In this study, anaerobic culture alongside GDH antigen and toxin testing was employed to screen for CDI. GDH, a metabolic enzyme abundantly expressed by C. difficile, is highly sensitive for initial detection[16,17], whereas toxin immunoassays can be used to identify toxigenic strains by detecting toxins A and B. These test kits are efficient, easy to use, and well suited for routine laboratory application owing to their high sensitivity and specificity. The infection rate of toxigenic C. difficile was 10.0% in this series of cases, suggesting a low prevalence among older adult inpatients with pressure ulcers in our hospital. Positive PCR detection of residual gene fragments from asymptomatic carriers or cured patients is not a CDI that requires clinical intervention. The main focus in clinical practice is on toxin-positive CDI, not colonizers. The combined approach of “anaerobic culture + GDH antigen + toxin A/B detection" has a diagnostic accuracy (especially specificity) that is no less than that of PCR in clinically suspected CDI patients (especially the older adult inpatients with pressure ulcers in this study) through multilayer verification of “live bacteria confirmation + antigen screening + toxin confirmation”, is more in line with the core definition of clinical toxigenic CDI and is in line with the standardized diagnostic process recommended by domestic and international guidelines.

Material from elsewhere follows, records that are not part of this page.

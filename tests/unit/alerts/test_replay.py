"""Replaying the past gives the alarms that judging it look by look would have given."""

from dataclasses import replace

import numpy as np
import pytest
from hypothesis import given, settings
from hypothesis import strategies as st

from service.alerts.chance import strength_of
from service.alerts.explained import Known
from service.alerts.persistence import watch_pass
from service.alerts.replay import PastLooks, looks_around, replayed
from service.alerts.rules import RULES, Rule
from service.alerts.watch import Watch
from tests.scored_looks import scored

RULE = replace(RULES["default"], threshold=3.0)
THRESHOLDS = (2.4, 3.0, 4.1)


def past(scores: list[list[float]], *, season: int = 2023) -> PastLooks:
    """Return looks of parcels, one row of scores each, every five days; NaN = not judged."""
    rows = [(p, at, score) for p, row in enumerate(scores) for at, score in enumerate(row)]
    score = np.array([each for _, _, each in rows], dtype=np.float64)
    size = score.size
    return PastLooks(
        parcel=np.array([p for p, _, _ in rows], dtype=np.int64),
        season=np.full(size, season),
        day=np.array([5 * at for _, at, _ in rows], dtype=np.int64),
        order=np.array([5 * at for _, at, _ in rows], dtype=np.int64),
        score=score,
        mirrored=np.where(np.isnan(score), np.nan, 0.0),
        may_open=np.ones(size, dtype=bool),
        is_weak=np.zeros(size, dtype=bool),
        is_known=np.zeros(size, dtype=bool),
    )


def look_by_look(row: list[float], rule: Rule, *, is_weak: bool) -> list[tuple[int, float]]:
    """Return place and strength of the alarms of one parcel, by the fold's own steps."""
    watch, found = Watch.nothing(rule), []
    for at, score in enumerate(row):
        if np.isnan(score):
            continue
        looks = scored(5 * at, {"A": score}, is_weak=is_weak, rule=rule)
        after = watch_pass(watch, looks, rule, Known())
        watch = after.watch
        found += [(at, each.alert.strength) for each in after.changes if each.kind == "opened"]
    return found


SCORES = st.sampled_from([np.nan, 0.0, 1.4, 1.5, 2.0, 2.5, 3.0, 3.5, 4.2, 7.3, 9.0, 12.5])


@settings(max_examples=150)
@given(
    scores=st.lists(st.lists(SCORES, min_size=14, max_size=14), min_size=1, max_size=4),
    needed=st.integers(1, 3),
    extra=st.integers(0, 2),
    is_weak=st.booleans(),
)
def test_a_replay_opens_what_judging_look_by_look_opens(
    *, scores: list[list[float]], needed: int, extra: int, is_weak: bool
) -> None:
    looks = replace(past(scores), is_weak=np.full(14 * len(scores), is_weak))
    rule = replace(RULES["default"], looks_needed=needed, looks_window=needed + extra)
    alarms = replayed(looks, rule, THRESHOLDS)
    for place, threshold in enumerate(THRESHOLDS):
        here = alarms.threshold == place
        found = sorted(zip(alarms.look[here].tolist(), alarms.strength[here].tolist(), strict=True))
        expected = [
            (14 * parcel + at, strength)
            for parcel, row in enumerate(scores)
            for at, strength in look_by_look(row, rule.at(threshold), is_weak=is_weak)
        ]
        assert found == expected


def test_the_order_of_looks_does_not_matter() -> None:
    rng = np.random.default_rng(2)
    looks = past(rng.exponential(2.0, (6, 20)).tolist())
    mixed = rng.permutation(120)
    names = ("parcel", "season", "day", "order", "score", "mirrored", "may_open", "is_weak")
    shuffled = replace(
        looks, **{name: getattr(looks, name)[mixed] for name in (*names, "is_known")}
    )
    first, second = (replayed(each, RULE, THRESHOLDS) for each in (looks, shuffled))
    told = sorted(zip(first.threshold.tolist(), first.look.tolist(), strict=True))
    assert told == sorted(zip(second.threshold.tolist(), mixed[second.look].tolist(), strict=True))


def test_each_season_begins_anew() -> None:
    one, two = past([[0.0, 4.0]], season=2022), past([[4.0, 0.0]], season=2023)
    both = replace(
        one,
        **{
            name: np.concatenate([getattr(one, name), getattr(two, name)])
            for name in PastLooks.__dataclass_fields__
        },
    )
    assert replayed(both, RULE, [3.0]).look.size == 0


def test_alarms_open_only_where_the_rule_lets_them() -> None:
    looks = past([[4.0, 4.0, 4.0, 4.0]])
    limited = replace(looks, may_open=np.array([True, False, False, True]))
    assert replayed(limited, RULE, [3.0]).look.tolist() == [3]


def test_parcel_weeks_run_from_the_first_look_of_a_season_to_its_last() -> None:
    # Looks on days 0 to 65 and 5 to 30: 66 and 26 days.
    row = [1.0] * 14
    short = [np.nan, *[1.0] * 6, *[np.nan] * 7]
    assert past([row, short]).parcel_weeks == pytest.approx((66 + 26) / 7)
    assert past([[np.nan] * 3]).parcel_weeks == 0.0


def test_the_looks_of_an_alarm_end_where_its_parcel_has_returned() -> None:
    looks = past([[0.0, 1.0, 4.0, 4.0, 2.0, np.nan, 1.0, 1.0, 0.0], [4.0] * 9])
    opened = np.array([3], dtype=np.int64)
    found = looks_around(looks, RULE, opened)
    # From the window before the opening look on; the second of two returned looks is out.
    assert np.flatnonzero(found).tolist() == [1, 2, 3, 4, 5, 6]


def test_strength_is_the_second_largest_of_three_or_a_third_of_the_largest() -> None:
    scores = np.array([[3.0, 5.0, 4.0], [np.nan, np.nan, 12.0], [1.0, 18.0, 2.0]])
    assert strength_of(scores).tolist() == [4.0, 4.0, 6.0]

This study identified key risk factors for CDI among older adults who were inpatients with pressure ulcers. Multivariate analysis shows that the use of antibiotics for more than 2 weeks, the use of proton pump inhibitors, and the use of β-lactam antibiotics are independent risk factors for CDI. These associations may be explained by the age-related decline in immune function and immune dysregulation often observed in patients with prolonged hospital stays and pressure ulcers, which increase susceptibility to infection[5,18]. Long-term antibiotic use, particularly β-lactam use, disrupts the intestinal microbiota, facilitating C. difficile colonization[19,20]. PPI use may further increase the risk of CDI by damaging the colonic mucosa through acid suppression[21]. These findings underscore the importance of minimizing unnecessary antibiotic exposure and the cautious use of PPIs to reduce the risk of CDI in this high-risk population. Combined with the data of 216 older adult inpatients without pressure ulcers, this study further confirms that the incidence of CDI among older adult inpatients with pressure ulcers is significantly greater than that among older adult inpatients without pressure ulcers and that pressure ulcers are a potential risk factor for CDI among older adult inpatients.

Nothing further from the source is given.